As if just realizing he was there, Anya looked up and scoldingly wagged her finger at the Watcher, “GILES. What are you doing here? You better not have closed the shop. A closed shop means no money.”
“You’re Anya,” Giles sighed with certainty, “But I‘m still having trouble understanding how it was done, there’s no such reference of Damballa in my studies of Voodoo.”
“That‘s because whatever magic he used was based on the rules of the movie he came from,” Xander answered, and then turning to the hysterical slayers “And dammit you two, will you stop laughing.”
“I’m sorry… he, he, he, but it‘s just so hilarious,” giggled Buffy, “You two just look so funny.”
“She’s right, and it’s all because of these two skilled and infamous killers who ended up switching themselves into tied up bodies. What kind of morons do that?,” added Faith.

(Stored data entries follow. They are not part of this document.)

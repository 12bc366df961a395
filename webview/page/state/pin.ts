import type { PrintImage } from '../../../core/proof/want.ts';
import type { Extent } from '../../../core/raster/raster.ts';
import { t } from '../words/t.ts';
import { cursorTexel } from './line.ts';
import type { Model } from './model.ts';

/** A texel whose readings stay while the cursor goes on. It belongs to one image: on another level it is read there still. */
export interface Pin {
  readonly image: PrintImage;
  readonly x: number;
  readonly y: number;
}

/** Pins are told apart by one digit. */
export const MOST_PINS = 9;

/** A pin that the texture still has, with the number that it stands under and the extent of its image. */
export interface PlacedPin extends Pin {
  readonly number: number;
  readonly extent: Extent;
  /** The level or target, as the axis names it. */
  readonly name: string;
}

/** The pins whose image is there: a typed target may have been removed, and a file may have become smaller. */
export function pinsOf(model: Model): readonly PlacedPin[] {
  return model.state.pins.flatMap((pin, index) => {
    const place = placeOf(model, pin.image);
    if (place === null || pin.x >= place.extent.width || pin.y >= place.extent.height) return [];
    return [{ ...pin, ...place, number: index + 1 }];
  });
}

/** Pins of the image under the sight. */
export function pinsHere(model: Model): readonly PlacedPin[] {
  const here = keyOf(model.seen!.image);
  return pinsOf(model).filter(({ image }) => keyOf(image) === here);
}

/** Pins the texel at a point of the picture, or lets it go where it is pinned. */
export function togglePin(model: Model, cursor = model.state.cursor): void {
  const { image, extent } = model.seen!;
  const texel = cursorTexel(cursor, extent);
  const pinned = pinnedAt(model, texel);
  if (pinned !== null) letGo(model, pinned);
  else if (model.state.pins.length >= MOST_PINS) {
    model.say({ text: t('{count} texels are pinned; let one go first.', { count: MOST_PINS }), kind: 'failed' });
  } else model.set({ cursor, pins: [...model.state.pins, { image, ...texel }] });
}

/** Number of the pin on a texel of the image under the sight; null where none is. */
export function pinnedAt(model: Model, texel: { readonly x: number; readonly y: number }): number | null {
  return pinsHere(model).find(({ x, y }) => x === texel.x && y === texel.y)?.number ?? null;
}

export function letGo(model: Model, number: number): void {
  model.set({ pins: model.state.pins.filter((_, index) => index + 1 !== number) });
}

function placeOf(model: Model, image: PrintImage): Pick<PlacedPin, 'extent' | 'name'> | null {
  if ('lod' in image) {
    const last = model.stops.filter(({ kind }) => kind === 'level').length - 1;
    return image.lod > last ? null : { extent: image.extent, name: t('level {level}', { level: image.lod }) };
  }
  const stop = model.stops.find((each) => keyOf(each.image) === keyOf(image));
  if (stop === undefined) return null;
  const name = stop.kind === 'level' ? t('level {level}', { level: stop.label }) : stop.label;
  return { extent: stop.extent, name };
}

function keyOf(image: PrintImage): string {
  return JSON.stringify(image);
}
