import type { Extent } from '../../../core/raster/raster.ts';
import type { State } from './state.ts';

/** A cross-section's ends, in shares of width and height. */
export interface Line {
  readonly from: readonly [number, number];
  readonly to: readonly [number, number];
}

/** The texel that holds a point of the picture. */
export function cursorTexel(cursor: State['cursor'], extent: Extent): { readonly x: number; readonly y: number } {
  return { x: texelAt(cursor.u, extent.width), y: texelAt(cursor.v, extent.height) };
}

/** The line that is cut along: the cursor's row or column, through the middle of its texels, or one that was drawn. */
export function lineOf(state: Pick<State, 'line' | 'drawn' | 'cursor'>, extent: Extent): Line {
  if (state.line === 'drawn') return state.drawn;
  const texel = cursorTexel(state.cursor, extent);
  const u = (texel.x + 0.5) / extent.width;
  const v = (texel.y + 0.5) / extent.height;
  return state.line === 'row' ? { from: [0, v], to: [1, v] } : { from: [u, 0], to: [u, 1] };
}

/** Texels of a picture along a line, one for each step of its longer direction. */
export function texelsAlong(line: Line, extent: Extent): readonly { readonly x: number; readonly y: number }[] {
  const across = Math.abs(line.to[0] - line.from[0]) * extent.width;
  const down = Math.abs(line.to[1] - line.from[1]) * extent.height;
  const length = Math.max(1, Math.round(Math.max(across, down)));
  return Array.from({ length }, (_, i) => {
    const share = (i + 0.5) / length;
    return {
      x: texelAt(line.from[0] + (line.to[0] - line.from[0]) * share, extent.width),
      y: texelAt(line.from[1] + (line.to[1] - line.from[1]) * share, extent.height),
    };
  });
}

function texelAt(share: number, count: number): number {
  return Math.min(count - 1, Math.max(0, Math.floor(share * count)));
}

The killers in question wanted to comment, but couldn’t due to the gags in their mouths.
Ignoring the continuingly laughing Slayers, Xander turns to Tara.
“Tara, do you think you can switch us back?,” asked Xander.

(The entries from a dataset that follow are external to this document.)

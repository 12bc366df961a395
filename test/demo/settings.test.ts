import { readFileSync } from 'node:fs';
import { join } from 'node:path';
import { expect, test } from 'vitest';

import { say } from '../../core/problem.ts';
import { globMatcher } from '../../core/treatment/paths/glob.ts';
import { resolveTreatment, unusedTreatments } from '../../core/treatment/resolve.ts';
import { parseSettings } from '../../core/treatment/settings.ts';
import { gallery } from './paint/gallery.ts';

const { settings, problems } = parseSettings(
  readFileSync(join(import.meta.dirname, 'sizeproof.json'), 'utf8'),
  'sizeproof.json',
);
const excluded = globMatcher(settings?.exclude ?? []);
const paths = gallery.map((each) => each.path).filter((path) => !excluded(path));

test('the demo’s settings are without fault, and every treatment hits something', () => {
  expect(problems.map(say)).toEqual([]);
  expect(settings && unusedTreatments(settings, paths).map(say)).toEqual([]);
});

// What makes the demo worth building: each row is a feature that its texture is there to show.
test.each([
  [
    'ground/cobbles.png',
    { content: 'color', wrap: { x: 'repeat', y: 'repeat' }, kernel: { minify: { name: 'kaiser' } } },
  ],
  [
    'ground/cobbles_normal.png',
    { content: 'normal', normal: { roughness: { path: 'ground/cobbles_rough.tga', channel: 'r' } } },
  ],
  [
    'foliage/alder-twig.png',
    { alpha: { use: 'mask', keepCoverage: true }, wrap: { x: 'clamp-to-edge' }, fill: 'hidden' },
  ],
  ['props/chain-link.tga', { alpha: { use: 'mask', keepCoverage: true }, wrap: { x: 'repeat' } }],
  [
    'props/boiler-plate_orm.png',
    { channels: { r: 'data', g: 'data', b: 'data' }, transfer: 'linear', kernel: { minify: { name: 'box' } } },
  ],
  ['terrain/bog.png', { content: 'height', depth: 16, height: { minmax: true } }],
  ['sprites/wick.png', { kernel: { magnify: { name: 'epx' } }, levels: 'none' }],
  ['sprites/wick-walk.png', { grid: { cell: [16, 16] }, kernel: { magnify: { name: 'nearest' } } }],
  ['ui/lantern.png', { targets: [{ name: '0.75x' }, { cell: [48, 48] }, { name: 'badge', extent: [24, 24] }] }],
])('%s is treated as it should be', (path, treatment) => {
  expect(paths).toContain(path);
  expect(resolveTreatment(settings, path).treatment).toMatchObject(treatment);
});

test('no texture is left without a row', () => {
  expect(paths).toHaveLength(9);
});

Tara, who had been examining the Heart of Damballa, looked down on him, “Not with this Xander, I mean even if I did know the incantation, which I don’t, this amulet reeks of dark magic and it might contaminate me if I try to use it. But what I can do is conjure up a chakra that can switch you back, I‘ll just have to run back to the shop and get the required ingredients.”

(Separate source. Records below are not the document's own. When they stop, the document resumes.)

import { readFileSync } from 'node:fs';
import { join } from 'node:path';
import { expect, test } from 'vitest';

import { decodeImage } from '../../core/codec/decode.ts';
import { openImage } from '../../core/codec/open.ts';
import type { IndexedRaster, StraightRaster } from '../../core/raster/raster.ts';
import { inflate } from '../../extension/node/ports/inflate.ts';
import { readTree, top } from '../house/tree.ts';
import { gallery } from './paint/gallery.ts';
import { paintIcon } from './paint/icon.ts';

/** What all sources of the demo may take of everybody's clone. */
const MOST_BYTES = 1_200_000;

const committed = (path: string): Uint8Array => readFileSync(join(top, 'test', 'demo', path));

async function decoded(path: string): Promise<StraightRaster | IndexedRaster> {
  return decodeImage(openImage(committed(path), path, inflate));
}

async function straight(path: string): Promise<StraightRaster> {
  const raster = await decoded(path);
  if (raster.kind !== 'straight')
    throw new TypeError(`Expected a straight raster for ${path} but received ${raster.kind}`);
  return raster;
}

test.each(gallery)('$path is what its painter paints', async ({ path, paint }) => {
  const { codes: ours, ...shape } = flat(await decoded(path));
  const { codes: theirs, ...painted } = flat(paint());
  expect(shape).toEqual(painted);
  expect(Buffer.compare(bytesOf(ours), bytesOf(theirs))).toBe(0);
});

test('the icon is what its painter paints', async () => {
  const icon = await decodeImage(openImage(readFileSync(join(top, 'icon.png')), 'icon.png', inflate));
  const painted = paintIcon();
  expect(icon.extent).toEqual({ width: 256, height: 256 });
  expect(Buffer.compare(bytesOf(flat(icon).codes), bytesOf(painted.codes))).toBe(0);
});

test('every image of the demo has a painter', () => {
  const images = readTree('test/demo', /\.(png|tga)$/).map((each) => each.path.replace('test/demo/', ''));
  // README's pictures are made from them, and tested where they are made.
  const sources = images.filter((path) => !path.startsWith('picture/'));
  expect(sources.sort()).toEqual(gallery.map((each) => each.path).sort());
});

test('the demo is small', () => {
  expect(gallery.reduce((sum, { path }) => sum + committed(path).length, 0)).toBeLessThan(MOST_BYTES);
});

test.each([
  'ground/cobbles.png',
  'ground/cobbles_normal.png',
  'ground/cobbles_rough.tga',
  'props/chain-link.tga',
  'props/boiler-plate_orm.png',
])('%s closes on itself', async (path) => {
  for (const steps of stepsBetween(await straight(path))) {
    const inside = steps.slice(1);
    expect(steps[0]).toBeLessThanOrEqual(Math.max(...inside));
  }
});

test.each(['foliage/alder-twig.png', 'props/chain-link.tga'])(
  '%s is black under alpha 0, and only there',
  async (path) => {
    const { codes } = await straight(path);
    const sums = Array.from({ length: codes.length / 4 }, (_, texel) => {
      const [red, green, blue, alpha] = codes.subarray(texel * 4, texel * 4 + 4);
      return { color: red + green + blue, alpha };
    });
    const hidden = sums.filter((each) => each.alpha === 0);
    expect(hidden.length).toBeGreaterThan(sums.length / 4);
    expect(hidden.filter((each) => each.color > 0)).toEqual([]);
    expect(sums.filter((each) => each.alpha > 0 && each.color === 0)).toEqual([]);
  },
);

test('normals are of unit length but for rounding', async () => {
  const { codes } = await straight('ground/cobbles_normal.png');
  // Three parts, each off by half a code of 127.5 at most.
  const most = (Math.sqrt(3) * 0.5) / 127.5;
  for (let at = 0; at < codes.length; at += 3) {
    const [x, y, z] = [0, 1, 2].map((channel) => codes[at + channel] / 127.5 - 1);
    expect(Math.abs(Math.sqrt(x * x + y * y + z * z) - 1)).toBeLessThanOrEqual(most);
  }
});

test('the height map has detail that 8 bits would lose', async () => {
  const { codes, depth } = await straight('terrain/bog.png');
  expect(depth).toBe(16);
  const codes8 = new Set(Array.from(codes, (code) => code >> 8));
  expect(new Set(codes).size).toBeGreaterThan(codes8.size * 64);
});

/** Mean steps between neighboring columns, then rows: the first of each across the tile's edge, then from edge to edge. */
function stepsBetween({ extent, channels, codes }: StraightRaster): [columns: number[], rows: number[]] {
  const { width, height } = extent;
  const code = (x: number, y: number, channel: number): number => codes[(y * width + x) * channels + channel];
  const mean = (length: number, difference: (along: number, channel: number) => number): number => {
    let sum = 0;
    for (let along = 0; along < length; along++) {
      for (let channel = 0; channel < channels; channel++) sum += Math.abs(difference(along, channel));
    }
    return sum / (length * channels);
  };
  const columns = Array.from({ length: width }, (_, x) =>
    mean(height, (y, channel) => code(x, y, channel) - code((x + width - 1) % width, y, channel)),
  );
  const rows = Array.from({ length: height }, (_, y) =>
    mean(width, (x, channel) => code(x, y, channel) - code(x, (y + height - 1) % height, channel)),
  );
  return [columns, rows];
}

/** Everything a raster holds, its texels apart. */
function flat(raster: StraightRaster | IndexedRaster) {
  if (raster.kind === 'straight') return raster;
  const { indices, palette, ...rest } = raster;
  return { ...rest, palette: [...palette], codes: indices };
}

function bytesOf(codes: Uint8Array | Uint16Array): Uint8Array {
  return new Uint8Array(codes.buffer, codes.byteOffset, codes.byteLength);
}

As she was leaving, Anya called out, “Leave a list of what you take so I can charge you for it later.”
An hour later everyone was back in their own bodies, and the plastic killers were safely tied tightly in a thick burlap sack.
“Let us out of here you little shits, or I swear I‘ll gut you all like fish,” Chucky screamed from inside the bag as he and Tiffany struggled to get out.
Ignoring them, Buffy turned to the rest of the Scoobies questioningly, “What do we do about them?”
Faith gets an evil grin on her face as she asks Xander, “Does this apartment building have an incinerator?”
“Yes it does,” Xander said with an equally evil smirk.
“NO, NO, NOT AGAIN, PLEASE. Listen, we‘ll tell you about the guy who brought us here, if you please don‘t burn us,” Tiffany cried, still remembering how in the movie Jade had kicked her into a burning oven.
Hearing this opportunity, Buffy ordered, “Spill”
“We don‘t know much. We don‘t know where he lives because he conjured us up right out side this apartment building, but I did notice that the DVDs he used to bring us forth had rental jackets on them, so maybe if you found the video store he rented them from you could track him down,” Tiffany rushed out.
All the Scoobies look up in surprise at this information, greatly pleased that they finally had a lead on finding the son of Rayne. Looking back down at the bag, Faith smirked.
“Thanks for the help, guys,” Faith said as she lifted the bag over her shoulder, “Now let‘s get you guys down to that furnace.”
“HEY, you said you wouldn‘t if we blabbed,” Chucky yelled.
“Actually, we never really agreed to that. Sucks to be you,” Faith laughed as she motioned for Xander to lead her down to the incinerator.
“Well, that was a little unsatisfying,” Dusk said, frowning, “Eh, but what should I expect using ‘Bride of Chucky’. Any horror movie past the third sequel ends up being more comical than it is scary.”
But his expression brightened as a new thought came to him, “I think this time I‘ll send in my own personal favorite to liven things up. I hope they love him just as much as I do. But why wouldn‘t they? After all, everybody loves a clown.”